Task to complete: Scan the material for the word "same" and return every matching line.

Dataset:
━━━━

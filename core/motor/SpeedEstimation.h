#pragma once
// The operating point from the recordings themselves: supply frequency from the stator current,
// running speed without a tachometer, load from slip.
//
// Methods (each returns its answer with a confidence 0..1; confidence is the peak's prominence
// over the local floor mapped as 1 - 1/prominence, capped at 0.95 - a project convention):
//   supply     strongest line of a zoom spectrum of one phase current (Blackman-Harris window,
//              window-matched interpolation, Peaks.h); drive-fed motors: strongest line 3-150 Hz
//   vibration  1X: strongest line between the synchronous frequency and (1 - max slip) times it
//   eccentricity  current sidebands f -+ fr (REFERENCE.md 5: fr = |f_ecc - f|)
//   slot harmonic principal slot harmonic f_sh, s = 1 - (p / R)(f_sh / f -+ nu) with nu = +-1
//              (Hurst & Habetler 1996, from memory (verify); REFERENCE.md 5)
//   sidebands  broken-bar / torque-oscillation sidebands (1 -+ 2s) f: s = delta_f / (2 f)
// Load is estimated from the slip frequency s f against the rated one s_rated f_rated: at
// constant volts per hertz (direct-on-line, or a drive below base speed) the slip frequency, not
// the slip, grows in proportion to torque (common practice (no source), REFERENCE.md 5 gives
// the direct-on-line form slip / rated slip).

#include "core/dsp/Spectrum.h"
#include "core/dsp/Zoom.h"
#include "core/motor/FaultFrequencies.h"
#include "core/motor/Motor.h"

#include <optional>
#include <span>
#include <string>
#include <vector>

namespace humwise::motor {

struct LineFrequencyEstimate {
    double hz = 0;
    double rms = 0; // amplitude of the supply line, SI units of the channel, r.m.s.
    double confidence = 0;
};

struct SpeedEstimate {
    double shaftHz = 0;
    std::string method; // "tachometer", "vibration_1x", "current_eccentricity", "slot_harmonic", "slip_sidebands", "nameplate"
    double confidence = 0;
};

// Largest plausible slip for a search window: 2.5 x the rated slip, at least 4 %, at most 25 %
// (NEMA design D full-load slip reaches 13 %, REFERENCE.md 5).
double maxPlausibleSlip(const Nameplate& nameplate);

std::optional<LineFrequencyEstimate> estimateSupplyFrequency(std::span<const double> current, double sampleRateHz,
                                                             double nominalHz, bool driveFed);
// The same from the record's zoom transform (its default resolution and window, or any other
// fine enough), when the caller zooms on the same record afterwards: one transform, not two.
std::optional<LineFrequencyEstimate> estimateSupplyFrequency(std::span<const double> current, const dsp::ZoomTransform& zoom,
                                                             double nominalHz, bool driveFed);

// `spectrum`: a vibration spectrum (any scale) fine enough to place 1X (a few lines per slip Hz).
std::optional<SpeedEstimate> speedFromVibration(const dsp::Spectrum& spectrum, double synchronousHz, double maxSlip);
// `spectrum`: a current spectrum covering f -+ synchronous frequency.
std::optional<SpeedEstimate> speedFromEccentricity(const dsp::Spectrum& spectrum, double lineHz, double synchronousHz, double maxSlip);
std::optional<SpeedEstimate> speedFromSlotHarmonic(const dsp::Spectrum& spectrum, double lineHz, int poles, int rotorBars, double maxSlip);
// `zoom`: a zoom spectrum of the current around f.
std::optional<SpeedEstimate> speedFromSlipSidebands(const dsp::Spectrum& zoom, double lineHz, int poles, double maxSlip);

// Load in percent from slip at supply frequency `lineHz` and the nameplate's rated slip; nullopt
// when the nameplate has no speed.
std::optional<double> loadFromSlip(double slip, double lineHz, const Nameplate& nameplate);

} // namespace humwise::motor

━━━━

Answer:
// The same from the record's zoom transform (its default resolution and window, or any other
// fine enough), when the caller zooms on the same record afterwards: one transform, not two.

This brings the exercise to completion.